* _Input for this task_

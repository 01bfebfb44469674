/* Which density source a pond state uses, and its depth (hs_pond_state.h).
 * Expected values come from the calc functions themselves (EOS-80, PSS-78,
 * hc_gravity) or from arithmetic (rho = dP / (g dz), depth = z - distance),
 * so this checks the choice and the plumbing, not the science again. */
#include <math.h>
#include <setjmp.h>
#include <stdarg.h>
#include <stddef.h>
#include <stdio.h>
#include <string.h>
#include <cmocka.h>

#include "hc_level.h"
#include "hc_seawater.h"
#include "hs_feed_model.h"
#include "hs_pond_state.h"

#define near(a, b, tol) assert_true(fabs((double)(a) - (double)(b)) <= (tol))

static hs_site site;
static hs_pond pond;
static hs_signal sig[HS_QUANTITY_COUNT];

static void setup_site(void)
{
    memset(&site, 0, sizeof site);
    memset(&pond, 0, sizeof pond);
    snprintf(site.site.name, sizeof site.site.name, "t");
    site.site.latitude_deg = 40.0;
    site.site.reference_temperature_c = 20.0;
    site.site.baume_modulus = 145.0;
    pond.pressure_spacing_m = 0.5;
    pond.pressure_height_m = 0.1;
    pond.distance_height_m = 2.0;
    pond.feed_index = -1;
    site.ponds = &pond;
    site.n_ponds = 1;
    for (int q = 0; q < HS_QUANTITY_COUNT; q++) {
        sig[q].quantity = (hs_quantity)q;
        sig[q].si_factor = 1.0;
    }
    sig[HS_Q_LEVEL_PRESSURE].si_factor = 1000.0; /* kPa */
    sig[HS_Q_PRESSURE_UPPER].si_factor = 1000.0;
}

static double gravity(void)
{
    double g;
    assert_int_equal(hc_gravity(40.0, 0.0, &g), HC_OK);
    return g;
}

static void densitometer_first(void **unused)
{
    (void)unused;
    hs_pond_inputs in;
    hs_pond_result r;
    hc_seawater_options opt;
    hc_brine_state want;
    setup_site();
    hs_pond_inputs_clear(&in);
    hs_pond_inputs_put(&in, &sig[HS_Q_TEMPERATURE], HP_Q_GOOD, 20.0);
    hs_pond_inputs_put(&in, &sig[HS_Q_DENSITY], HP_Q_GOOD, 1025.0);
    hs_pond_inputs_put(&in, &sig[HS_Q_CONDUCTIVITY], HP_Q_GOOD, 80.0);
    hs_pond_compute(&site, 0, &in, NULL, &r);
    assert_null(r.problem);
    assert_int_equal(r.state.method, HC_METHOD_DENSITOMETER);
    hc_seawater_options_default(&opt);
    opt.reference_temperature_c = 20.0;
    assert_int_equal(hc_seawater_state_from_density(1025.0, 20.0, 0.0, &opt, &want), HC_OK);
    near(r.state.practical_salinity, want.practical_salinity, 1e-9);
    near(r.state.baume, want.baume, 1e-9);
}

static void pressure_pair_then_depth(void **unused)
{
    (void)unused;
    hs_pond_inputs in;
    hs_pond_result r;
    setup_site();
    double g = gravity(), rho = 1020.0, depth = 1.2;
    /* Gauge pressures of a brine column (hydrostatics), in kPa. */
    double lower = rho * g * (depth - 0.1) / 1000.0, upper = rho * g * (depth - 0.6) / 1000.0;
    hs_pond_inputs_clear(&in);
    hs_pond_inputs_put(&in, &sig[HS_Q_TEMPERATURE], HP_Q_GOOD, 20.0);
    hs_pond_inputs_put(&in, &sig[HS_Q_LEVEL_PRESSURE], HP_Q_GOOD, lower);
    hs_pond_inputs_put(&in, &sig[HS_Q_PRESSURE_UPPER], HP_Q_GOOD, upper);
    hs_pond_inputs_put(&in, &sig[HS_Q_CONDUCTIVITY], HP_Q_GOOD, 40.0);
    hs_pond_compute(&site, 0, &in, NULL, &r);
    assert_int_equal(r.state.method, HC_METHOD_HYDROSTATIC);
    near(r.state.density_kg_m3, rho, 1e-6);
    near(r.depth_m, depth, 1e-9);
    /* A bad upper sensor: conductivity takes over (PSS-78). */
    hs_pond_inputs_put(&in, &sig[HS_Q_PRESSURE_UPPER], HP_Q_COMM_FAIL, NAN);
    hs_pond_compute(&site, 0, &in, NULL, &r);
    assert_int_equal(r.state.method, HC_METHOD_PSS78);
    /* ... and the level then uses the density PSS-78 gave. */
    near(r.depth_m, lower * 1000.0 / (r.state.density_kg_m3 * g) + 0.1, 1e-9);
}

static void problems_are_said(void **unused)
{
    (void)unused;
    hs_pond_inputs in;
    hs_pond_result r;
    setup_site();
    hs_pond_inputs_clear(&in);
    hs_pond_inputs_put(&in, &sig[HS_Q_TEMPERATURE], HP_Q_SENTINEL, NAN);
    hs_pond_inputs_put(&in, &sig[HS_Q_CONDUCTIVITY], HP_Q_GOOD, 50.0);
    hs_pond_inputs_put(&in, &sig[HS_Q_LEVEL_DISTANCE], HP_Q_GOOD, 1.5);
    hs_pond_compute(&site, 0, &in, NULL, &r);
    assert_non_null(strstr(r.problem, "temperature"));
    assert_int_equal(r.state.method, HC_METHOD_NONE);
    near(r.depth_m, 0.5, 1e-12); /* 2.0 m mount - 1.5 m distance */
    /* Beyond PSS-78 without a path: said, not guessed. */
    hs_pond_inputs_put(&in, &sig[HS_Q_TEMPERATURE], HP_Q_GOOD, 20.0);
    hs_pond_inputs_put(&in, &sig[HS_Q_CONDUCTIVITY], HP_Q_GOOD, 150.0);
    hs_pond_compute(&site, 0, &in, NULL, &r);
    assert_non_null(strstr(r.problem, "beyond PSS-78"));
    assert_true(isnan(r.state.density_kg_m3));
}

static void brine_beyond_seawater_uses_the_path(void **unused)
{
    (void)unused;
    hs_pond_inputs in;
    hs_pond_result r;
    hs_paths paths;
    setup_site();
    assert_int_equal(hs_paths_build(&site, &paths), 0);
    const hc_path *path = hs_paths_for(&paths, -1);
    assert_non_null(path);
    hs_pond_inputs_clear(&in);
    hs_pond_inputs_put(&in, &sig[HS_Q_TEMPERATURE], HP_Q_GOOD, 25.0);
    hs_pond_inputs_put(&in, &sig[HS_Q_DENSITY], HP_Q_GOOD, 1150.0);
    hs_pond_compute(&site, 0, &in, path, &r);
    assert_null(r.problem);
    assert_int_equal(r.state.method, HC_METHOD_DENSITOMETER);
    hc_brine_state want;
    assert_int_equal(hc_path_state_from_density(path, 1150.0, 25.0, 20.0, 145.0, &want), HC_OK);
    near(r.state.concentration_factor, want.concentration_factor, 1e-12);
    assert_int_equal(r.state.stage, want.stage);
    hs_paths_free(&paths);
}

int main(void)
{
    const struct CMUnitTest tests[] = {
        cmocka_unit_test(densitometer_first),
        cmocka_unit_test(pressure_pair_then_depth),
        cmocka_unit_test(problems_are_said),
        cmocka_unit_test(brine_beyond_seawater_uses_the_path),
    };
    return cmocka_run_group_tests(tests, NULL, NULL);
}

* _Task to carry out_
Every line that holds the word "tests" should be copied from the listing.

* _Task output_
    const struct CMUnitTest tests[] = {
    return cmocka_run_group_tests(tests, NULL, NULL);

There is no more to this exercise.